Question

A parallel plate capacitor of capacitance C is charged to a potential V. It is then connected to another uncharged capacitor having the same capacitance. Find out the ratio of the energy stored in the combined system to that stored initially in the single capacitor.

Answer 1

$\text{Step 1: Initial energy stored in capacitor}$

$U_i=\frac{1}{2}C{V}^2$ $....\left(1\right)$

$\text{Step 2: Charge conservation[Ref.
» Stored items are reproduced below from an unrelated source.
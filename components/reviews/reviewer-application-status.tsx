import { Markdown } from "@/components/markdown";
import { Panel } from "@/components/ui/panel";
import { StateBadge, type StateTone } from "@/components/ui/state-badge";
import { formatMoney } from "@/lib/format/money";
import { expertiseLabel } from "@/lib/validations/reviews";
import type { ReviewerApplicationRow } from "@/db/queries/reviews";

const STATUS: Record<ReviewerApplicationRow["status"], { label: string; tone: StateTone; text: string }> = {
  pending: { label: "Pending", tone: "active", text: "A moderator will read it; you will get an e-mail with the decision." },
  approved: { label: "Approved", tone: "clear", text: "You are a reviewer: connect your payout account on your review desk so builders can book you." },
  declined: { label: "Declined", tone: "caution", text: "A moderator declined it for the reason below. You can apply again once you have addressed it." },
};

const dateFormat = new Intl.DateTimeFormat("en-GB", { day: "numeric", month: "long", year: "numeric", timeZone: "UTC" });

export function ReviewerApplicationStatus({ application }: { application: ReviewerApplicationRow }) {
  const status = STATUS[application.status];
  return (
    <Panel title="Your latest application" actions={<StateBadge label={status.label} tone={status.tone} />}>
      <div className="space-y-3 text-sm" data-testid="reviewer-application-status" data-status={application.status}>
        <p>
          Sent <time dateTime={application.createdAt.toISOString()}>{dateFormat.format(application.createdAt)}</time>, at{" "}
          <span className="font-mono">{formatMoney(application.priceMinor, application.currency)}</span> per review ·{" "}
          {application.expertise.map(expertiseLabel).join(", ")}.
        </p>
        <p>{status.text}</p>
        {application.status === "declined" && application.decisionReason ? (
          <blockquote className="border-l-4 border-amber-500 pl-3">{application.decisionReason}</blockquote>
        ) : null}
        <details>
          <summary className="cursor-pointer text-copper-700">What you sent</summary>
          <div className="mt-2 space-y-2">
            <Markdown minHeadingLevel={3}>{application.profileMd}</Markdown>
            <p className="font-semibold">Track record</p>
            <Markdown minHeadingLevel={3}>{application.trackRecordMd}</Markdown>
          </div>
        </details>
      </div>
    </Panel>
  );
}
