import { Alert } from "@/components/ui/alert";
import { ButtonLink } from "@/components/ui/button";
import { Panel } from "@/components/ui/panel";
import { StateBadge } from "@/components/ui/state-badge";
import type { ReviewerProfileRow } from "@/db/queries/reviews";
import { formatMoney } from "@/lib/format/money";
import { PAYMENTS_UNAVAILABLE_MESSAGE } from "@/lib/payments/connect";
import type { FormResult } from "@/lib/validations/auth";
import { ExpertiseTags } from "./expertise-tags";
import { AvailabilityForm, ConnectReviewerPayoutForm } from "./reviewer-desk-forms";

type Action = (previous: FormResult | null, form: FormData) => Promise<FormResult>;

/** The reviewer's own standing: price, areas, whether builders can book them, and the payout account. */
export function ReviewerDeskPanel({ profile, payout, connect, availability }: { profile: ReviewerProfileRow | null; payout?: string; connect: Action; availability: Action }) {
  if (!profile) {
    return (
      <Panel title="Your reviewer profile">
        <p className="mb-3 text-sm">You hold the reviewer role but have no profile yet; send an application so a moderator can set it up.</p>
        <ButtonLink href="/reviewers/apply">Apply</ButtonLink>
      </Panel>
    );
  }
  const bookable = profile.available && profile.payoutsEnabled;
  return (
    <Panel
      title="Your reviewer profile"
      actions={bookable ? <StateBadge label="Taking bookings" tone="clear" /> : <StateBadge label={profile.payoutsEnabled ? "Paused" : "Not bookable yet"} tone="caution" />}
    >
      <div className="space-y-3 text-sm" data-testid="reviewer-desk" data-payouts={profile.payoutsEnabled ? "enabled" : "none"}>
        {payout === "unavailable" ? <Alert tone="caution" title="Payment provider unavailable">{PAYMENTS_UNAVAILABLE_MESSAGE}</Alert> : null}
        {payout === "enabled" && profile.payoutsEnabled ? <Alert tone="info" title="Payout account connected">Builders can now book you.</Alert> : null}
        <p>
          <span className="font-mono font-semibold">{formatMoney(profile.priceMinor, profile.currency)}</span> per review; the platform fee comes out of it.
        </p>
        <ExpertiseTags expertise={profile.expertise} />
        {profile.payoutsEnabled ? (
          <>
            <p>
              Payout account <code className="font-mono text-xs">{profile.payoutAccountId}</code> is enabled: your share is sent there when you deliver a report.
            </p>
            <AvailabilityForm action={availability} available={profile.available} />
          </>
        ) : (
          <>
            <p>
              {profile.payoutAccountId
                ? "The payment provider still needs your details; builders cannot book you until the account is enabled."
                : "Connect a payout account at the payment provider to be paid; builders can book you once it is enabled."}
            </p>
            <ConnectReviewerPayoutForm action={connect} label={profile.payoutAccountId ? "Finish payout setup" : "Connect payout account"} />
          </>
        )}
      </div>
    </Panel>
  );
}
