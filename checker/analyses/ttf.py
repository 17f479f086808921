"""Sharpness: the task transfer function (TTF) of every edge the series offers.

Nonlinear reconstructions make sharpness depend on contrast and noise, so each rod
insert of a phantom is measured and reported on its own (its contrast, contrast-to-noise,
f50, f10 and curve). Three kinds of edge:

- ``circular``: the rod inserts of a phantom, found automatically (inside a water
  cylinder found by :func:`reconaudit.checker.analyses._phantom.find_phantom`), or at
  centres / in ROIs the user gives. Radial ESF from every pixel about the sub-pixel
  centre, binned at ``bin_fraction`` of a pixel over all slices of the insert
  (Richard et al. 2012; AAPM TG-233).
- ``straight``: a slanted straight edge in a user ROI; angle fitted, pixels projected
  onto the edge normal with at least 4x oversampling (ISO 12233 style).
- ``skin``: the patient's skin-air outline, away from the table, for series without a
  phantom (Sanders, Hurwitz, Samei 2016).

Every ESF goes through :func:`reconaudit.checker.analyses._edges.ttf_from_esf`
(conditioning, LSF, flat-topped window, FFT, normalisation at f = 0, finite-difference
correction after Cunningham & Fenster 1987); the rods of a series go through its
several-rows form, :func:`reconaudit.checker.analyses._edges.ttf_from_esfs`, together.

Speed (method choices, documented so that a reader knows the records are estimates):
the skin edge is measured on a fixed budget of outline normals (``skin_normals_per_slice``
on at most ``skin_max_slices`` slices) found on a decimated screen of the body outline,
from the pixels of a thin strip along each normal; the insert search and the rod
measurements work on crops about each rod. The phantom search that tells where rods
may be runs on a decimated copy: at most 256 pixels a side and about 16 slices, at most
10 mm apart unless that takes more than 32 slices (a rod module shorter than the step
may fall between two of them); in-plane it takes the pixels of the working grid the
phantom search strides a whole volume with (every ``work_pixel_mm`` / pixel-th), so the
search reads those pixels directly instead of striding a finer copy again.
A rod's centre line is fitted from a few sub-stack mean images (a method
choice): its slices are split into up to 3 contiguous runs, the centre is refined
once on each run's mean image (noise lower by the square root of the run's slice
count, so each refinement is more stable than a per-slice one), and a straight line
through the run centres gives every slice's centre; a rod is straight, so the line
needs only a few points. The line's tilt is kept only when it exceeds
``TILT_SIGNIFICANCE`` (3) standard errors estimated from the scatter of the run centres
about it; otherwise every slice takes the mean centre (a noise tilt of a few hundredths
of a pixel would split a straight rod's pooled slices into groups, each binned: slower,
and no more accurate). The insert search looks at the mean of 3 slices of each run of
phantom-search slices (at a quarter, half and three quarters of it), smoothed by a box
mean of about 2 mm (a few shifted additions; the full-resolution crops keep their 1 mm
Gaussian, so the screen only says where to look); the full-resolution
crops about the screen's groups of one run are smoothed, labelled and disc-tested as one
stack (one pass for all rods, the same inserts as crop by crop).
Each rod's pixels are copied once, as one contiguous block over the slices the search
saw it on, when its slices are found; its slice extent and its measurement read that
copy (the same pixel values). A rod's consecutive slices whose fitted
centres agree within a fifth of an ESF bin are summed before the radial binning (one
binning of one summed image per group instead of one per slice; each pixel's distance
is then taken to its group's centre, at most 0.02 px from its own slice's). The ESF
about the measured edge radius comes from one binning of the pixels near the edge (bins
reaching half a range beyond the range on both sides): the range is moved onto the
edge by whole bins, so it is centred on the edge to half a bin (0.05 px) instead of
being binned again about each new radius (:func:`_centred_esf`). The rods found in a
series are measured together only where that saves work without changing a value: the
centre refinement of all their sub-stack mean images runs as one vectorised iteration
(:func:`measure_circular_edges`; each image reaches its own fixed point), their pixels
are binned with one ``np.bincount`` into bins offset rod by rod, and their ESFs (each of
its own length) are described, conditioned, differentiated, windowed and transformed as
the rows of 2-D arrays (:func:`_centred_esfs`, :func:`_ttf_curves`; each rod's record is
the one it gets alone, up to the order of a few sums). Values in
the records may therefore differ from a full-resolution, slice-by-slice pass by their
estimation error: record values are estimates and may change, while the record keys, types and meaning do not, the checks of
tests/reference/ and tests/checker/ hold with their assertions unchanged, and the demo
series keep their flags and verdicts.

References
----------
Richard S, Husarik DB, Yadava G, Murphy SN, Samei E. Med Phys 39(7):4115-4122, 2012.
Samei E, Bakalyar D, Boedeker KL, et al. Performance evaluation of computed tomography
systems: the report of AAPM Task Group 233. Med Phys 46(11):e735-e756, 2019.
Cunningham IA, Fenster A. Med Phys 14(4):533-537, 1987.
ISO 12233:2017, slanted-edge spatial frequency response.
Sanders J, Hurwitz L, Samei E. Patient-specific quantification of image quality: an
automated method for measuring spatial resolution in clinical CT images. Med Phys
43(10):5330-5338, 2016.
"""
from __future__ import annotations

import functools
import math
from dataclasses import dataclass, field
from typing import Any, Sequence

import numpy as np
from scipy import ndimage

from ..errors import ProfileError
from ..regions import Regions
from ..results import AnalysisResult, Finding, Overlays, Point, Roi, Severity
from ..volume import Volume
from . import _edges, _phantom
from ._edges import BinnedEsf, BinnedEsfs, TtfCurve, bin_esf, condition_esf, ttf_from_esf
from ._phantom import PHANTOM_DEFAULTS, _grid_step, disc_of, disc_stats, find_phantom

NAME = "ttf"

#: Every setting and tolerance, with its default.
DEFAULTS: dict[str, Any] = {
    # where the edges are
    "find_inserts": "auto",  # "auto" (when no centres/ROIs given), "always", "never"
    "centres_zyx_vox": [],  # [[z, y, x], ...] rod centres picked by the user
    "radius_mm": 0.0,  # radius of the user's rods; 0 = measure it
    "rois": [],  # [{"slices": [z0, z1], "yx0_vox": [y0, x0], "yx1_vox": [y1, x1]}], one rod each
    "straight_edge_rois": [],  # same form, one slanted straight edge each
    "skin_edge": "auto",  # "auto" (no phantom edge measured and a body present), "always", "never"
    # insert detection
    "min_contrast_hu": 40.0,
    "min_insert_diameter_mm": 5.0,
    "max_insert_diameter_mm": 45.0,
    # ESF -> TTF
    "bin_fraction": 0.1,  # bin width in pixels (<= 0.25: at least 4x oversampling)
    "esf_half_range_mm": 8.0,
    "min_half_range_mm": 2.0,
    "lsf_window_widths": 3.0,
    "esf_conditioning": "auto",  # "auto", "monotone", "none"
    "skin_band_mm": 6.0,
    "table_clearance_mm": 15.0,
    "skin_max_slices": 16,  # evenly spaced slices the skin edge is measured on
    "skin_normals_per_slice": 256,  # outline points (normals) per slice, spread in angle
    "skin_min_per_bin": 20.0,  # fewer edge pixels per ESF bin (mean) make the skin edge unreliable
    # reliability and tolerances
    "min_contrast_to_noise": 10.0,
    "min_slices": 8,
    "f50_min_per_mm": 0.0,  # 0 = no limit
    "f50_max_per_mm": 0.0,  # 0 = no limit
    "max_f50_contrast_ratio": 1.3,
}

#: Where each default comes from.
SOURCES: dict[str, str] = {
    "bin_fraction": "Richard et al., Med Phys 39(7) 2012 (ESF binned at a tenth of a pixel); ISO 12233 (>= 4x)",
    "esf_conditioning": "common practice, no source",
    "lsf_window_widths": "common practice, no source",
    "esf_half_range_mm": "common practice, no source",
    "min_half_range_mm": "common practice, no source",
    "min_contrast_to_noise": "validated regime of tests/reference/test_ttf_reference.py (f50 within 5 %)",
    "min_slices": "validated regime of tests/reference/test_ttf_reference.py (f50 within 5 %)",
    "min_contrast_hu": "common practice, no source",
    "min_insert_diameter_mm": "common practice, no source",
    "max_insert_diameter_mm": "common practice, no source",
    "skin_band_mm": "Sanders, Hurwitz, Samei, Med Phys 43(10) 2016 (band about the skin outline), width from memory",
    "table_clearance_mm": "site choice",
    "skin_max_slices": "site choice: 16 slices x 256 normals x ~50 strip pixels (3 px wide, +/- 6 mm at 0.7 mm) "
                       "give ~2e5 edge pixels, ~1000 per ESF bin of a tenth of a pixel",
    "skin_normals_per_slice": "site choice: see skin_max_slices; spread over a slice, they cover the whole outline",
    "skin_min_per_bin": "common practice, no source (a bin mean of >= 20 pixels keeps its noise below a "
                        "quarter of the pixel noise)",
    "f50_min_per_mm": "site choice",
    "f50_max_per_mm": "site choice",
    "max_f50_contrast_ratio": "site choice",
}
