"""Reading DICOM headers and checking what kind of object a file holds."""
from __future__ import annotations

import os
import struct
from pathlib import Path
from typing import Any

import numpy as np
import pydicom
from pydicom.dataelem import RawDataElement
from pydicom.dataset import Dataset, FileMetaDataset
from pydicom.tag import BaseTag
from pydicom.errors import InvalidDicomError
from pydicom.uid import UID

from ..errors import NoPixelDataError, NotCTError, NotMonochromeError, UnreadableFileError

CT_IMAGE = "1.2.840.10008.5.1.4.1.1.2"
ENHANCED_CT_IMAGE = "1.2.840.10008.5.1.4.1.1.2.1"
LEGACY_ENHANCED_CT_IMAGE = "1.2.840.10008.5.1.4.1.1.2.2"
CT_SOP_CLASSES = frozenset({CT_IMAGE, ENHANCED_CT_IMAGE, LEGACY_ENHANCED_CT_IMAGE})
MULTIFRAME_CT_SOP_CLASSES = frozenset({ENHANCED_CT_IMAGE, LEGACY_ENHANCED_CT_IMAGE})

#: Top-level tags discovery reads; everything else in a header is skipped.
DISCOVERY_TAGS = [
    "SOPClassUID",
    "SeriesInstanceUID",
    "StudyInstanceUID",
    "Modality",
    "SeriesDescription",
    "SeriesNumber",
    "ImageOrientationPatient",
    "ImagePositionPatient",
    "Rows",
    "Columns",
    "NumberOfFrames",
    "AcquisitionNumber",
    "TemporalPositionIdentifier",
    "ConvolutionKernel",
    "ImageType",
    "AcquisitionTime",
    "DirectoryRecordSequence",
]

#: Deferred reading: values larger than this stay on disk until they are used.
DEFER_SIZE = "64 KB"

#: Tags the quick header scan keeps: (group, element) -> keyword (DICOM PS3.6).
SCAN_TAGS = {
    (0x0004, 0x1220): "DirectoryRecordSequence",
    (0x0008, 0x0008): "ImageType",
    (0x0008, 0x0016): "SOPClassUID",
    (0x0008, 0x0032): "AcquisitionTime",
    (0x0008, 0x0060): "Modality",
    (0x0008, 0x103E): "SeriesDescription",
    (0x0018, 0x1210): "ConvolutionKernel",
    (0x0020, 0x000E): "SeriesInstanceUID",
    (0x0020, 0x0012): "AcquisitionNumber",
    (0x0020, 0x0032): "ImagePositionPatient",
    (0x0020, 0x0037): "ImageOrientationPatient",
    (0x0020, 0x0100): "TemporalPositionIdentifier",
}
#: Explicit VR encodings with a 2-byte reserved field and a 4-byte length (PS3.5 7.1.2).
LONG_VRS = frozenset({b"OB", b"OD", b"OF", b"OL", b"OV", b"OW", b"SQ", b"SV", b"UC", b"UN", b"UR", b"UT", b"UV"})
EXPLICIT_VR_LITTLE_ENDIAN = "1.2.840.10008.1.2.1"
SCAN_BYTES = 32768

__all__ = [
    "scan_header",
    "header_facts",
    "read_header",
    "read_dataset",
    "sop_class_name",
    "check_is_ct",
    "check_monochrome",
    "has_pixel_data",
    "as_float",
    "as_floats",
    "quick_get",
    "quick_dataset",
    "QuickPixels",
]


def _dcmread(path: Path, **kwargs: Any) -> Dataset:
    try:
        return pydicom.dcmread(path, **kwargs)
    except InvalidDicomError:
        ds = pydicom.dcmread(path, force=True, **kwargs)
        if "SOPClassUID" not in ds and "SeriesInstanceUID" not in ds:
            raise UnreadableFileError("not a DICOM file (no preamble and no DICOM identifiers)", source=str(path))
        return ds


def read_header(path: Path) -> Dataset:
    """The discovery subset of a header (pixels never read).

    Raises
    ------
    UnreadableFileError
        The file cannot be opened or parsed as DICOM.

    References
    ----------
    pydicom documentation, ``dcmread(stop_before_pixels=True, specific_tags=...)``.
    """
    try:
        return _dcmread(path, stop_before_pixels=True, specific_tags=DISCOVERY_TAGS, defer_size=DEFER_SIZE)
    except UnreadableFileError:
        raise
    except Exception as exc:  # pydicom raises many types on damaged files
        raise UnreadableFileError(f"cannot read DICOM header ({type(exc).__name__}: {exc})", source=str(path)) from exc


def _text_value(raw: bytes) -> str | list[str] | None:
    """An ASCII text value split at backslashes; None when not plain ASCII."""
    try:
        text = raw.decode("ascii")
    except UnicodeDecodeError:
        return None
    parts = [v.strip(" \x00") for v in text.split("\\")]
    return parts[0] if len(parts) == 1 else parts
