def coarse_soft_weight(bad_fraction: np.ndarray, reach_px: float, ws: "Workspace | None" = None) -> np.ndarray:
    """:func:`soft_weight` on the grid of 2 x 2 blocks, from the fraction of bad pixels per block.

    The fraction is blurred by a Gaussian whose variance, together with the block mean
    (1/4 px^2) and the bilinear interpolation back to the pixels (2/3 px^2), is that of
    the full-grid blur (SD ``reach_px / 2``); the weight is then
    ``clip(1 - 20 blur, 0, 1) ** 2`` as in :func:`soft_weight`.
    """
    f = WEIGHT_BLOCK_PX
    var = (0.5 * reach_px) ** 2 - (f * f - 1) / 12.0 - f * f / 6.0
    blur = banded_blur(bad_fraction, math.sqrt(max(var, 0.01)) / f, 2.5, ws=ws, tag="wblur")
    blur *= np.float32(-20.0)
    blur += np.float32(1.0)
    np.clip(blur, 0.0, 1.0, out=blur)
    blur *= blur
    return blur


@functools.lru_cache(maxsize=16)
def gaussian_matrix(n: int, sigma: float, truncate: float) -> np.ndarray:
    """``(n, n)`` matrix of the sampled Gaussian blur with zeros outside (small grids only).

    ``G @ x`` equals ``scipy.ndimage.correlate1d(x, gaussian_taps(sigma, truncate),
    mode="constant")`` along the first axis.
    """
    taps = np.asarray(gaussian_taps(float(sigma), float(truncate)), dtype=np.float32)
    radius = taps.size // 2
    out = np.zeros((n, n), dtype=np.float32)
    for k, t in enumerate(taps):
        d = k - radius
        idx = np.arange(max(0, -d), min(n, n - d))
        out[idx, idx + d] = t
    out.flags.writeable = False
    return out


def coarse_noise_gain(square_mean: np.ndarray, weight: np.ndarray, scale_hu: np.ndarray | float, sigma_px: float,
                      ws: "Workspace | None" = None) -> np.ndarray:
    """:func:`local_noise_gain` on the grid of 2 x 2 blocks, the local RMS taken over 8 x 8 blocks.

    ``square_mean`` is the mean of the clipped residual squared per 2 x 2 block and
    ``weight`` the soft weight there (last two axes; ``scale_hu`` per slice of a
    stack); the weighted squares and the weights are averaged over 8 x 8 pixel blocks
    and smoothed by a Gaussian (zeros outside) whose variance, with the block mean
    (63/12 px^2) and the bilinear interpolation back (64/6 px^2), is ``sigma_px**2``;
    the gain ``scale / max(RMS, scale / 4)`` is formed at the 8 x 8 block centres and
    interpolated back to the 2 x 2 grid.

    References
    ----------
    .. [1] Kak & Slaney (1988), ch. 5 (noise of filtered back-projection depends on the
       attenuation along each ray).
    """
    k = NOISE_BLOCK_PX // WEIGHT_BLOCK_PX
    weighted = scratch(ws, "gain_weighted", weight.shape)
    np.multiply(weight, weight, out=weighted)
    weighted *= square_mean
    num = block_mean_even(weighted, k, "zero", ws, "gain_num")
    den = block_mean_even(weight, k, "zero", ws, "gain_den")
    f = NOISE_BLOCK_PX
    var = sigma_px * sigma_px - (f * f - 1) / 12.0 - f * f / 6.0
    s = math.sqrt(max(var, 0.01)) / f
    rows, cols = gaussian_matrix(num.shape[-2], s, 3.0), gaussian_matrix(num.shape[-1], s, 3.0)
    num = rows @ num @ cols.T  # the blur with zeros outside
    den = rows @ den @ cols.T
    np.maximum(den, np.float32(1e-3), out=den)
    np.divide(num, den, out=num)
    np.sqrt(num, out=num)
    scale = np.asarray(scale_hu, dtype=np.float32)
    scale = scale.reshape(scale.shape + (1, 1)) if scale.ndim else scale
    np.maximum(num, np.float32(0.25) * scale, out=num)
    gain = np.divide(scale, num, out=num)
    return upsample_linear(gain, k, weight.shape[-2:], ws, "gain_up")


def sample_median(values: np.ndarray) -> float:
    """The median of a 1-D sample (which is reordered in place), as ``np.median`` gives it.

    The two middle order statistics from one partition; their mean for an even count.
    """
    n = values.size
    lo, hi = (n - 1) // 2, n // 2
    values.partition([lo, hi] if hi != lo else hi)
    if hi == lo:
        return float(values[hi])
    return float((values[lo] + values[hi]) / 2)


def grid_subsample(values: np.ndarray, mask: np.ndarray, max_samples: int, count: int | None = None) -> np.ndarray:
    """Values under ``mask`` on a regular sub-grid of at most about ``max_samples`` points.

    The grid step is ``sqrt(count / max_samples)`` rounded up to whole pixels, ``count``
    being the number of pixels under the mask; without it the array size is used (fewer
    samples when the mask covers part of the array, no pass to count them).
    """
    n = mask.size if count is None else count
    step = max(1, math.ceil(math.sqrt(n / max(1, max_samples))))
    return values[::step, ::step][mask[::step, ::step]]


def strong_edges_stack(smoothed: np.ndarray, step_hu: float, sigma_px: float, ws: "Workspace | None" = None) -> np.ndarray:
    """:func:`strong_edges` of every slice of a stack (the same differences and threshold)."""
    gy = scratch(ws, "edge_gy", smoothed.shape)
    gx = scratch(ws, "edge_gx", smoothed.shape)
    gy[..., 0, :] = gy[..., -1, :] = 0.0
    np.subtract(smoothed[..., 2:, :], smoothed[..., :-2, :], out=gy[..., 1:-1, :])
    if smoothed.flags.c_contiguous and smoothed.size > 2:
        # along x as one flat line (contiguous operands); the differences that straddle two
        # rows land on the first and last columns, which are zeroed below
        flat = smoothed.reshape(-1)
        np.subtract(flat[2:], flat[:-2], out=gx.reshape(-1)[1:-1])
    else:
        np.subtract(smoothed[..., 2:], smoothed[..., :-2], out=gx[..., 1:-1])
    gx[..., 0] = gx[..., -1] = 0.0
    gy *= gy
    gx *= gx
    gy += gx  # 4 x the squared gradient magnitude
    threshold = step_hu / (max(sigma_px, 0.5) * math.sqrt(2.0 * math.pi))
    return np.greater(gy, np.float32(4.0 * threshold * threshold), out=scratch(ws, "edge_out", gy.shape, bool))


def screen_textures(images: np.ndarray, allowed: np.ndarray, cfg: dict[str, Any],
                    all_finite: np.ndarray | None = None, ws: Workspace | None = None) -> tuple[np.ndarray, np.ndarray]:
    """The screen's edge-suppressed, clipped, noise-equalised residual of each binned slice of a stack.

    ``images`` is ``(k, ny, nx)``, ``allowed`` the same shape (bool); ``all_finite``
    (per slice, if known) says which slices have no NaN or infinite pixel. The same steps as
    :func:`slice_texture` (see the module docstring): the high-pass residual and the
    strong edges on the screen grid; the soft weight and the local noise gain, which are
    smooth, on the grid of 2 x 2 blocks (:func:`coarse_soft_weight`,
    :func:`coarse_noise_gain`), their product interpolated back bilinearly; the fill
    value and the noise scale of each slice from a sub-grid of at most
    :data:`ROBUST_SAMPLES` pixels. Returns the ``(k, ny, nx)`` textures and, per
    slice, whether it has enough pixels left (its texture is meaningless otherwise).
    With a :class:`Workspace` ``ws`` the textures are one of its buffers (valid until
    its next stack).
    """
    k, ny, nx = images.shape
    min_count = cfg["min_weight_fraction"] * ny * nx
    if all_finite is None:
        all_finite = np.isfinite(images.reshape(k, -1).max(axis=1)) & np.isfinite(images.reshape(k, -1).min(axis=1))
    finite = bool(np.all(all_finite))
    valid = allowed if finite else allowed & np.isfinite(images)
    n_valid = count_per_slice(valid)
    usable = n_valid >= min_count
    sigma = float(cfg["highpass_sigma_px"])
    taps = gaussian_taps(sigma, 3.0)
    r = len(taps) // 2
    # the filled image is written straight between the spare rows of the high-pass blur
    rows = scratch(ws, "tex_rows", (k, ny + 2 * r, nx))
    img = rows[:, r : r + ny]
    fill_masked(images, valid, n_valid, usable, finite, img)
    smoothed = blur_extended(rows, taps, "reflect", ws, "tex_blur")
    residual = np.subtract(img, smoothed, out=scratch(ws, "tex_residual", images.shape))
    edges = strong_edges_stack(smoothed, float(cfg["edge_step_hu"]), sigma, ws)
    bad = np.less_equal(valid, edges, out=edges)  # an edge or not valid (booleans)
    f = WEIGHT_BLOCK_PX
    weight = coarse_soft_weight(block_mean_even(bad.view(np.uint8), f, "edge", ws, "frac"), 2.0 * sigma + 2.0, ws)
    inside = weight > 0.5
    n_inside = count_per_slice(inside)
    scale = np.ones(k, dtype=np.float64)
    for i in range(k):
        usable[i] &= n_inside[i] * f * f >= min_count
        if usable[i]:
            sample = np.abs(grid_subsample(residual[i, ::f, ::f], inside[i], ROBUST_SAMPLES, int(n_inside[i])))
            value = 1.4826 * sample_median(sample) if sample.size else 0.0
            usable[i] &= value > 0 and math.isfinite(value)
            scale[i] = value if usable[i] else 1.0
    limit = (float(cfg["clip_sigma"]) * scale).astype(np.float32).reshape(k, 1, 1)
    np.clip(residual, -limit, limit, out=residual)
    reach_eq = float(cfg["noise_equalise_sigma_px"])
    if reach_eq > 0:
        squared = np.multiply(residual, residual, out=scratch(ws, "tex_squared", residual.shape))
        weight *= coarse_noise_gain(block_mean_even(squared, f, "edge", ws, "sq"), weight, scale, reach_eq, ws)
    residual *= upsample_linear(weight, f, (ny, nx), ws, "wt")
    return residual, usable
Fig.]}$

Let the Initial charge be $Q$

After connecting with another capacitor of the equal capacitance, the charge will flow until the potential becomes the same.

$V_1=V_2$

$\Rightarrow \frac{Q_1}{C_1}=\frac{Q_2}{C_2}$

$\Rightarrow Q_1=Q_2$ $[\because C_1=C_2=C]$

Applying charge conservation: $Q_1+Q_2=Q$

$\therefore Q_1=Q_2=\frac{Q}{2}$

$\text{Step 3: Potential on each capacitor}$

$V_1=\frac{Q_1}{C}=\frac{Q}{2C},V_2=\frac{Q_2}{C}=\frac{Q}{2C}$

$\Rightarrow V_1=\frac{V}{2},V_2=\frac{V}{2}$

$\text{Step 4: Final energy stored}$

$U_f=\frac{1}{2}{C}_1{V}_1^2+\frac{1}{2}C{V}_2^2$

$=\frac{1}{2}C{\left(\frac{V}{2}\right)}^2+\frac{1}{2}C{\left(\frac{V}{2}\right)}^2$

$\Rightarrow U_f=\frac{C{V}^2}{4}$ $....\left(2\right)$

$\text{Step 5: Ratio of energy}$

From equation $\left(1\right)$ and $\left(2\right)$

$\frac{U_f}{U_i}=\frac{C{V}^2/4}{C{V}^2/2}$

$\Rightarrow \frac{V_f}{V_i}=\frac{1}{2}$